[DATA EXTRACT Boundary: Start]

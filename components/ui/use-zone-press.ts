import { useRef } from 'react';
import { type GestureResponderEvent, Platform } from 'react-native';

const KEYPAD_HOLD_MS = 500;
const UNLOCK_HOLD_MS = 1000;
const RELEASES = ['touchend', 'mouseup'];

interface ZoneActs {
  onPressIn?: (() => void) | undefined;
  onPressOut?: (() => void) | undefined;
  onTap: () => void;
  onLongPress: () => void;
  onUnlock?: (() => void) | undefined;
}

interface ZoneSize {
  width: number;
  height: number;
}

/**
 * What the zone does when it is pressed: always `onPressIn`, then `onTap` or `onLongPress`.
 *
 * In a browser the end of a touch counts, not the click behind it: two places touched at once, as
 * by the side of a hand, make no click. A screen reader clicks without a touch.
 *
 * @param box the zone's size in px: a press that ends outside it was called off
 */
export function useZonePress(acts: ZoneActs, locked: boolean, box: ZoneSize) {
  const pressedIn = useRef(false);
  const pressIn = () => {
    pressedIn.current = true;
    acts.onPressIn?.();
  };
  const letGo = () => {
    if (!pressedIn.current) pressIn();
    pressedIn.current = false;
    acts.onTap();
  };
  if (locked) {
    return { onLongPress: () => acts.onUnlock?.(), delayLongPress: UNLOCK_HOLD_MS };
  }
  return {
    onPressIn: pressIn,
    onPressOut: (event: GestureResponderEvent) => {
      acts.onPressOut?.();
      if (pressedIn.current && isReleaseInside(event, box)) letGo();
    },
    onPress: (event: GestureResponderEvent) => {
      if (!followsTouch(event)) letGo();
    },
    onLongPress: () => {
      pressedIn.current = false;
      acts.onLongPress();
    },
    delayLongPress: KEYPAD_HOLD_MS,
  };
}

/** React Native's types know neither: react-native-web passes on the browser's `type` and `detail`. */
type BrowserEvent = Partial<GestureResponderEvent['nativeEvent']> & {
  type?: string;
  detail?: number;
};

function isReleaseInside({ nativeEvent }: GestureResponderEvent, box: ZoneSize): boolean {
  const { type = '', locationX = -1, locationY = -1 }: BrowserEvent = nativeEvent;
  const inside =
    locationX >= 0 && locationX <= box.width && locationY >= 0 && locationY <= box.height;
  return Platform.OS === 'web' && RELEASES.includes(type) && inside;
}

/** A click with a touch or a mouse behind it, which has counted already. */
function followsTouch(event: GestureResponderEvent): boolean {
  const { detail = 0 }: BrowserEvent = event?.nativeEvent ?? {};
  return Platform.OS === 'web' && detail > 0;
}
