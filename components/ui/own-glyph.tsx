import type { ReactElement } from 'react';
import { Circle, Ellipse, G, Path, Rect, Svg } from 'react-native-svg';

export type OwnGlyphName = 'table' | 'machine' | 'iron' | 'chair' | 'wall' | 'matside';

const strokes = (...paths: string[]) => (
  <>
    {paths.map((d) => (
      <Path key={d} d={d} />
    ))}
  </>
);

const table = (
  <>
    <Circle cx={8} cy={15.5} r={5.5} />
    <Circle cx={8} cy={15.5} r={1} />
    <Path d="m11.6 11.9 7-7.4a1.6 1.6 0 0 1 2.4 2.2l-7 7.6" />
  </>
);
const machine = strokes(
  'M3 20h18',
  'M5 20v-3h11v3',
  'M21 20V7a3 3 0 0 0-3-3H5a1 1 0 0 0-1 1v4a1 1 0 0 0 1 1h3.5a1 1 0 0 0 1-1',
  'M16 17v-5.5a1.5 1.5 0 0 0-1.5-1.5h-5',
  'M6.5 10v4',
);
const iron = strokes(
  'M2.5 18.5h19v-4.2c0-3-2.4-5.3-5.4-5.3H13C7.4 9 3.4 12.5 2.5 18.5Z',
  'M8 5.5h9.5A1.5 1.5 0 0 1 19 7v2.6',
  'M11 14h6',
);
const chair = (
  <>
    <Path d="M3.5 20.5 16 8" />
    <Ellipse cx={17.7} cy={6.3} rx={2.9} ry={1.7} transform="rotate(-45 17.7 6.3)" />
    <Path d="M18.8 5.2c3 1.3 3 5.3-.3 6.5-3 1.1-4.6 1.8-4.2 3.8.5 2.5 4.7 1.3 5.7 4.5" />
  </>
);
const wall = (
  <>
    <Rect x={3} y={3} width={18} height={18} rx={2} />
    <Path d="M12 3v18M3 12h18" />
    <Path d="m3 12 9-9 9 9-9 9Z" />
  </>
);
const matside = (color: string) => (
  <>
    <Rect x={2.5} y={3.5} width={12} height={17} rx={2} />
    <Path d="M6.5 3.5v17M10.5 3.5v17M2.5 9.2h12M2.5 14.8h12" strokeWidth={1} strokeOpacity={0.75} />
    <Rect x={17.5} y={8} width={4.5} height={9} rx={1.2} fill={color} />
  </>
);

const GLYPHS: Record<OwnGlyphName, (color: string) => ReactElement> = {
  table: () => table,
  machine: () => machine,
  iron: () => iron,
  chair: () => chair,
  wall: () => wall,
  matside,
};

/** Draws one of our own glyphs: rotary cutter, machine, iron, needle, block, mat with phone. */
export function OwnGlyph({
  name,
  size,
  color,
}: {
  name: OwnGlyphName;
  size: number;
  color: string;
}) {
  return (
    <Svg width={size} height={size} viewBox="0 0 24 24" fill="none">
      <G stroke={color} strokeWidth={2} strokeLinecap="round" strokeLinejoin="round">
        {GLYPHS[name](color)}
      </G>
    </Svg>
  );
}
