import { StyleSheet, Text, type TextStyle, View } from 'react-native';

import { font } from '@/components/ui/type';
import { readFraction } from '@/components/ui/split-fractions';

interface BuiltFractionProps {
  over: string;
  under: string;
  mixed: boolean;
  /** px of the text it stands in */
  fontSize: number;
  color: string;
}

const SMALL = 0.64;

/** A fraction with the numerator raised, a slanted bar and the denominator on the line. */
export function BuiltFraction({ over, under, mixed, fontSize, color }: BuiltFractionProps) {
  const small: TextStyle = {
    fontFamily: font.bold,
    fontSize: fontSize * SMALL,
    lineHeight: fontSize * SMALL,
    letterSpacing: 0,
    color,
  };
  const raised: TextStyle = { ...small, position: 'relative', top: -fontSize * 0.3 };
  return (
    <View role="img" aria-label={readFraction(over, under, mixed)} style={styles.row}>
      {mixed && <Text style={styles.gap}>{'\u00a0'}</Text>}
      <Text style={raised}>{over}</Text>
      <Text style={[small, styles.bar, { fontSize, lineHeight: fontSize }]}>⁄</Text>
      <Text style={small}>{under}</Text>
    </View>
  );
}

const styles = StyleSheet.create({
  row: { flexDirection: 'row', alignItems: 'baseline' },
  // there for whoever copies or reads the text, "1 5⁄8", yet without a width to speak of
  gap: { fontSize: 1, lineHeight: 1 },
  bar: { fontFamily: font.body },
});
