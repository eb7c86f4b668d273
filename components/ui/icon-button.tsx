import { Pressable, StyleSheet } from 'react-native';

import { Icon, type IconName } from '@/components/ui/icon';
import { size, useTheme } from '@/components/ui/theme';
import { Txt } from '@/components/ui/txt';
import { pressable, webOnly } from '@/components/ui/web-only';

interface IconButtonProps {
  icon: IconName;
  label: string;
  /** the label stands under the icon, as in a station's header */
  word?: boolean | undefined;
  /** switched on; leave it out where there is nothing to switch */
  lit?: boolean | undefined;
  onPress: () => void;
  testID?: string | undefined;
}

export function IconButton({ icon, label, word = false, lit, onPress, testID }: IconButtonProps) {
  const { color } = useTheme();
  const ink = word && lit !== true ? color.ink2 : color.ink;
  return (
    <Pressable
      {...pressable}
      {...(lit !== undefined && webOnly({ 'aria-pressed': lit }))}
      {...(testID && { testID })}
      role="button"
      aria-label={label}
      onPress={onPress}
      style={({ pressed }) => [
        styles.button,
        word && styles.worded,
        pressed && { backgroundColor: color.sunk },
      ]}
    >
      <Icon name={icon} size={word ? 22 : 24} color={ink} />
      {word && (
        <Txt kind="header" color={ink} numberOfLines={1}>
          {label}
        </Txt>
      )}
    </Pressable>
  );
}

const styles = StyleSheet.create({
  button: {
    minWidth: size.touchMin,
    minHeight: size.touchMin,
    borderRadius: 14,
    alignItems: 'center',
    justifyContent: 'center',
    gap: 2,
  },
  worded: { minWidth: 56, paddingHorizontal: 2 },
});
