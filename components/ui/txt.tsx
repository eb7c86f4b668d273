import { Children, type ReactNode, type Ref } from 'react';
import { type StyleProp, StyleSheet, Text, type TextStyle } from 'react-native';

import { BuiltFraction } from '@/components/ui/built-fraction';
import type { ColorRole } from '@/components/ui/colors';
import { splitFractions } from '@/components/ui/split-fractions';
import { useTheme } from '@/components/ui/theme';
import { numerals, type TextKind, textMetrics, type } from '@/components/ui/type';
import { useLayout } from '@/components/ui/use-layout';
import { useTextScale } from '@/components/ui/use-text-scale';
import { webOnly } from '@/components/ui/web-only';

export interface TxtProps {
  kind?: TextKind | undefined;
  /** a colour role or any colour */
  color?: ColorRole | (string & {}) | undefined;
  align?: 'left' | 'center' | 'right' | undefined;
  heading?: 1 | 2 | 3 | undefined;
  numberOfLines?: number | undefined;
  style?: StyleProp<TextStyle>;
  children?: ReactNode;
  id?: string | undefined;
  testID?: string | undefined;
  live?: 'polite' | 'assertive' | undefined;
  hidden?: boolean | undefined;
  tabIndex?: 0 | -1 | undefined;
  ref?: Ref<Text> | undefined;
}

/** Text of the look. Eighths and n⁄d fractions inside its strings are built and read plainly. */
export function Txt({ ref, ...props }: TxtProps) {
  const { kind = 'body', color = 'ink', align, heading, children } = props;
  const theme = useTheme();
  const scale = useTextScale();
  const { kind: layout } = useLayout();
  const wide = layout === 'wide' || layout === 'desk';
  const own = StyleSheet.flatten<TextStyle>(props.style);
  const metrics = textMetrics(type[kind], scale, wide, own);
  const ink = color in theme.color ? theme.color[color as ColorRole] : color;
  return (
    <Text
      ref={ref ?? null}
      {...(heading && { role: 'heading' as const, ...webOnly({ 'aria-level': heading }) })}
      {...(props.id && { id: props.id })}
      {...(props.testID && { testID: props.testID })}
      {...(props.live && { 'aria-live': props.live })}
      {...(props.hidden && { 'aria-hidden': true })}
      {...(props.tabIndex !== undefined && webOnly({ tabIndex: props.tabIndex }))}
      {...(props.numberOfLines && { numberOfLines: props.numberOfLines })}
      style={[numerals, { color: ink }, align && { textAlign: align }, metrics]}
    >
      {drawRuns(children, metrics.fontSize, String(metrics.color ?? ink))}
    </Text>
  );
}

/** Puts built fractions in place of those that the font lacks. */
function drawRuns(children: ReactNode, fontSize: number, color: string): ReactNode {
  const parts = Array.isArray(children) ? children : [children];
  if (parts.every((part) => typeof part === 'string' || typeof part === 'number')) {
    return drawText(parts.join(''), fontSize, color);
  }
  return Children.map(children, (child) =>
    typeof child === 'string' ? drawText(child, fontSize, color) : child,
  );
}

function drawText(text: string, fontSize: number, color: string): ReactNode {
  const runs = splitFractions(text);
  if (runs.every((run) => run.kind === 'text')) return text;
  return runs.map((run, at) => {
    if (run.kind === 'text') return run.text;
    return <BuiltFraction key={at} {...run} fontSize={fontSize} color={color} />;
  });
}
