import { StyleSheet, Text, View } from 'react-native';

import { useThrottled } from '@/components/ui/use-throttled';

const ONCE_A_SECOND_MS = 1000;

/** Words for screen readers only, read politely when they change, at most once a second. */
export function Announcement({ text }: { text: string }) {
  const said = useThrottled(text, ONCE_A_SECOND_MS);
  return (
    <View role="status" aria-live="polite" style={styles.unseen}>
      <Text>{said}</Text>
    </View>
  );
}

const styles = StyleSheet.create({
  unseen: {
    position: 'absolute',
    width: 1,
    height: 1,
    overflow: 'hidden',
    opacity: 0,
  },
});
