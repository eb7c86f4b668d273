import type { Station } from '@/shared/model/codes';

/** What the stations are called wherever one is named. */
export const STATION_NAMES: Record<Station, string> = {
  table: 'Table',
  machine: 'Machine',
  iron: 'Iron',
  chair: 'Chair',
  wall: 'Wall',
};
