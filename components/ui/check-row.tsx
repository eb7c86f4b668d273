import { Pressable, StyleSheet, View } from 'react-native';

import { Icon, type IconName } from '@/components/ui/icon';
import { border, size, useTheme } from '@/components/ui/theme';
import { Txt } from '@/components/ui/txt';
import { font } from '@/components/ui/type';
import { pressedBySpace, webOnly } from '@/components/ui/web-only';

interface CheckRowProps {
  label: string;
  icon: IconName;
  checked: boolean;
  /** the first one that is not ticked yet */
  next?: boolean | undefined;
  onPress: () => void;
  testID?: string | undefined;
}

/** A check of a list; the whole row ticks. */
export function CheckRow({ label, icon, checked, next = false, onPress, testID }: CheckRowProps) {
  const { color } = useTheme();
  const rest = next && !checked ? color.mossTint : color.card;
  return (
    <Pressable
      role="checkbox"
      aria-checked={checked}
      {...webOnly({ dataSet: { ring: 'inside' } })}
      {...pressedBySpace(onPress)}
      {...(testID && { testID })}
      onPress={onPress}
      style={({ pressed }) => [
        styles.row,
        { backgroundColor: pressed ? color.sunk : rest, borderColor: color.line },
      ]}
    >
      <View
        style={[
          styles.circle,
          checked
            ? { backgroundColor: color.moss, borderColor: color.mossInk, borderWidth: 1.5 }
            : { backgroundColor: color.card, borderColor: color.edge },
        ]}
      >
        {checked && <Icon name="check" size={20} color="onMoss" stroke={2.6} />}
      </View>
      <Txt style={[styles.label, !checked && styles.open]}>{label}</Txt>
      <Icon name={icon} size={24} color="ink2" />
    </Pressable>
  );
}

const styles = StyleSheet.create({
  row: {
    minHeight: size.row,
    borderBottomWidth: border.hair,
    paddingLeft: 16,
    paddingRight: 20,
    paddingVertical: 8,
    flexDirection: 'row',
    alignItems: 'center',
    gap: 14,
  },
  circle: {
    width: 32,
    height: 32,
    borderRadius: 16,
    borderWidth: border.zone,
    alignItems: 'center',
    justifyContent: 'center',
  },
  label: { flex: 1, fontSize: 18, lineHeight: 22 },
  open: { fontFamily: font.bold },
});
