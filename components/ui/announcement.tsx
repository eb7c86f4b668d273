import { View } from 'react-native';

import { Spoken } from '@/components/ui/spoken';
import { useThrottled } from '@/components/ui/use-throttled';

const ONCE_A_SECOND_MS = 1000;

/** Words for screen readers only, read politely when they change, at most once a second. */
export function Announcement({ text }: { text: string }) {
  const said = useThrottled(text, ONCE_A_SECOND_MS);
  return (
    <View role="status" aria-live="polite">
      <Spoken>{said}</Spoken>
    </View>
  );
}
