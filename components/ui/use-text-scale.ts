import { useSyncExternalStore } from 'react';
import { Platform } from 'react-native';

const BROWSER_DEFAULT_PX = 16;

function readScale(): number {
  if (Platform.OS !== 'web') return 1; // the system scales Text by itself
  const root = parseFloat(getComputedStyle(document.documentElement).fontSize);
  return Math.min(2, Math.max(1, (root || BROWSER_DEFAULT_PX) / BROWSER_DEFAULT_PX));
}

let scale: number | null = null;
const currentScale = () => (scale ??= readScale());

function subscribe(onChange: () => void): () => void {
  if (Platform.OS !== 'web') return () => undefined;
  const reread = () => {
    scale = readScale();
    onChange();
  };
  window.addEventListener('resize', reread);
  document.addEventListener('visibilitychange', reread);
  return () => {
    window.removeEventListener('resize', reread);
    document.removeEventListener('visibilitychange', reread);
  };
}

/** How much larger than 100 % the maker reads, 1 to 2: the browser's own font size. */
export function useTextScale(): number {
  return useSyncExternalStore(subscribe, currentScale, () => 1);
}
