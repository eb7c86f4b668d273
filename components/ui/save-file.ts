import { Platform, Share } from 'react-native';

/** Long enough for the browser to start reading what it saves. */
const KEPT_MS = 60_000;

/** Gives a text to the maker as a file: a download in a browser, the share sheet on a device. */
export async function saveFile(name: string, text: string, mime: string): Promise<void> {
  if (Platform.OS !== 'web') {
    await Share.share({ title: name, message: text });
    return;
  }
  const url = URL.createObjectURL(new Blob([text], { type: mime }));
  const link = document.createElement('a');
  link.href = url;
  link.download = name;
  document.body.append(link);
  link.click();
  link.remove();
  setTimeout(() => URL.revokeObjectURL(url), KEPT_MS);
}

[DATA EXTRACT Boundary: End]

** PROBLEM STATEMENT **
In the entries above, find each line with the word "open" and return it.

** EXPECTED OUTPUT **
      <Txt style={[styles.label, !checked && styles.open]}>{label}</Txt>
  open: { fontFamily: font.bold },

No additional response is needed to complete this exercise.